Monroe Elementary operates 1 public schools serving 169 students, placing it among the smaller districts in California. The school portfolio breaks down into 1 elementary schools, giving families a clear picture of grade-band coverage before they move, rent, or enrol. Aggregated across those campuses, enrollment totals 169 pupils using the NCES Common Core of Data (CCD) 2024-25 release, and the district is geographically located in Fresno County County.
Per-pupil expenditure runs $19,346 according to the NCES F-33 School District Finance Survey, which aggregates every revenue and spending line reported under federal accounting standards. The funding mix is 9.5% local, 64.1% state, and 26.4% federal — a breakdown that matters because districts leaning heavily on local revenue are more exposed to property-tax swings, while higher federal shares typically track Title I concentration. Average teacher compensation clocks in at $95,962 per NCES F-33, a signal of the district's ability to recruit and retain staff against neighbouring districts.
and 16.0% chronic absenteeism from the 2021-22 Civil Rights Data Collection. Use the school table below to drill into any individual campus for its own demographic and resource profile.
Monroe Elementary accounts for 100.0% of all Monroe Elementary student enrollment
That concentration — well above the 8.4% national median for largest-entity share — means Monroe Elementary-wide averages can mask substantial variation outside the dominant entity. Grade band: elementary. A single dominant campus often anchors a district's program offerings and staffing patterns; the share helps explain why district-wide averages may not reflect the typical neighbourhood-school experience. When one entity dominates a region's footprint, its programmatic and budget decisions effectively set policy for a majority of the affected population.
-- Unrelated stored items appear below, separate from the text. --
#!/usr/bin/env python3
"""Writes tests/reference/stats_cases.json: trend statistics computed by numpy, scipy and pandas
on fixed series, for sumpbook's physics::stats to be checked against.

- linear trend: scipy.stats.linregress (slope, intercept, stderr of the slope), t = slope/stderr;
  the crossing of a limit along the fitted line and along slope +/- 2 stderr through the centroid.
- EWMA: pandas Series.ewm(alpha=lambda, adjust=False).mean() over [baseline mean] + series, which
  starts the EWMA at the baseline mean; limits mu0 +/- L*sigma*sqrt(lambda/(2-lambda)*(1-(1-lambda)^(2i)))
  with numpy (Montgomery, Introduction to Statistical Quality Control, EWMA chart).
- median of the last n: numpy.median.
- the standard error of a step ahead from the latest reading, y_n + step * slope, every reading
  with the same scatter sigma: sigma * |c| with c = e_n + step * (the slope's row of numpy's
  pseudo-inverse of the design matrix [1, x]), the variance of a linear combination of the
  readings (the covariance of y_n with the slope included).

Run from the repository root:  python3 tests/reference/make_stats_cases.py
Needs:  pip install numpy scipy pandas
"""
import json
import pathlib

import numpy as np
import pandas as pd
import scipy
from scipy import stats

OUT = pathlib.Path(__file__).resolve().parent / "stats_cases.json"

# Fixed series (x in weeks, y in the indicator's unit). Not measurements: inputs only.
TREND_SERIES = [
    {"name": "rising_flow_loss", "x": list(range(12)),
     "y": [0.4, 1.1, 0.9, 1.8, 2.6, 2.2, 3.1, 3.9, 3.5, 4.6, 5.2, 4.9], "limit": 8.0},
    {"name": "falling_flow", "x": [0, 1, 2, 3.5, 4, 5, 6, 7.5, 8, 9, 10, 11],
     "y": [48.1, 47.9, 47.6, 47.7, 47.0, 46.9, 46.4, 46.6, 45.8, 45.9, 45.2, 45.3], "limit": 44.0},
    {"name": "noise_only", "x": list(range(10)),
     "y": [20.1, 19.7, 20.4, 19.9, 20.2, 19.6, 20.3, 20.0, 19.8, 20.2], "limit": 25.0},
    {"name": "short", "x": [0, 2, 3, 7],
     "y": [10.0, 10.8, 11.1, 12.9], "limit": 15.0},
]

EWMA_SERIES = [
    {"name": "shift_up", "mean": 10.0, "sigma": 1.0, "lambda": 0.2, "L": 3.0,
     "x": [10.2, 9.6, 10.4, 9.9, 10.8, 11.3, 11.9, 11.5, 12.2, 12.8, 12.1, 13.0]},
    {"name": "shift_down", "mean": 47.5, "sigma": 0.6, "lambda": 0.2, "L": 3.0,
     "x": [47.4, 47.9, 47.2, 46.8, 46.5, 46.9, 46.1, 45.8, 46.0, 45.5]},
    {"name": "engine_default_ramp", "mean": 100.0, "sigma": 2.5, "lambda": 0.25, "L": 3.0,
     "x": [99.1, 100.6, 98.8, 99.4, 97.9, 97.2, 96.0, 95.1, 93.6, 92.0]},
    {"name": "other_params", "mean": 0.0, "sigma": 2.0, "lambda": 0.1, "L": 2.7,
     "x": [0.5, -1.2, 2.3, 1.8, 3.1, 2.2, 4.0, 3.3]},
]

MEDIAN_SERIES = [
    {"x": [3.0, 9.0, 4.0, 8.0, 1.0], "n": 3},
    {"x": [3.0, 9.0, 4.0, 8.0, 1.0, 7.0], "n": 4},
    {"x": [5.0, 2.0], "n": 3},
]


def trend_case(c):
    x, y = np.asarray(c["x"], float), np.asarray(c["y"], float)
    r = stats.linregress(x, y)
    t = r.slope / r.stderr
    xm, ym = x.mean(), y.mean()
    out = {"name": c["name"], "x": c["x"], "y": c["y"], "limit": c["limit"],
           "slope": r.slope, "intercept": r.intercept, "slope_se": r.stderr, "t": t}
    if abs(t) >= 2.0:
        out["crossing"] = xm + (c["limit"] - ym) / r.slope
        steep = r.slope + np.sign(r.slope) * 2 * r.stderr
        shallow = r.slope - np.sign(r.slope) * 2 * r.stderr
        out["crossing_earliest"] = xm + (c["limit"] - ym) / steep
        out["crossing_latest"] = xm + (c["limit"] - ym) / shallow
    return out


def ewma_case(c):
    lam, mu, sig, L = c["lambda"], c["mean"], c["sigma"], c["L"]
    z = pd.Series([mu] + c["x"]).ewm(alpha=lam, adjust=False).mean().to_numpy()[1:]
    i = np.arange(1, len(c["x"]) + 1)
    half = L * sig * np.sqrt(lam / (2 - lam) * (1 - (1 - lam) ** (2 * i)))
    return dict(c, z=z.tolist(), lower=(mu - half).tolist(), upper=(mu + half).tolist())


AHEAD_SERIES = [
    {"x": [0.0, 28.0, 56.0], "step": 28.0, "sigma": 1.0},
    {"x": [0.0, 10.0, 20.0], "step": 10.0, "sigma": 40.0},
    {"x": [0.0, 21.0, 63.0], "step": 30.0, "sigma": 0.1},
    {"x": [3.0, 5.0, 6.0, 11.0], "step": 2.5, "sigma": 2.0},
]


def ahead_case(c):
    x = np.asarray(c["x"], float)
    design = np.column_stack([np.ones_like(x), x])
    slope_row = np.linalg.pinv(design)[1]
    comb = c["step"] * slope_row
    comb[-1] += 1.0
    return dict(c, se=float(c["sigma"] * np.linalg.norm(comb)))


def main() -> None:
    doc = {
        "source": f"numpy {np.__version__}, scipy {scipy.__version__}, pandas {pd.__version__}; "
                  "written by tests/reference/make_stats_cases.py, do not edit by hand",
        "trend": [trend_case(c) for c in TREND_SERIES],
        "ewma": [ewma_case(c) for c in EWMA_SERIES],
        "median": [dict(c, median=float(np.median(c["x"][-c["n"]:]))) for c in MEDIAN_SERIES],
        "ahead": [ahead_case(c) for c in AHEAD_SERIES],
    }
    OUT.write_text(json.dumps(doc, indent=1) + "\n", encoding="utf-8")
    print(f"wrote {OUT}")


if __name__ == "__main__":
    main()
Monroe Elementary has higher-than-average Title I eligibility — 91.1% of the population qualifies for free or reduced-price lunch
free or reduced-price lunch eligibility is the federal threshold for Title I funding allocations, established under the Every Student Succeeds Act (ESSA, 2015). Areas above 75% eligibility — including this one — receive concentration grants on top of the basic Title I formula. Regions with eligibility this high typically draw a substantially larger federal funding share relative to their local tax base, which can either offset or reinforce existing gaps depending on allocation policy.
Monroe Elementary chronic absenteeism rate is 16.0% — near the typical range (US average ~28) — aligned with the national post-pandemic baseline of roughly 28% chronic absenteeism
chronic absenteeism rate is the simplest comparative metric but it does not capture the full picture: a student is chronically absent if they miss ≥10% of enrolled days for any reason — illness, family obligations, or disengagement Variation between sub-units within Monroe Elementary is typically wider than the Monroe Elementary-aggregate figure suggests.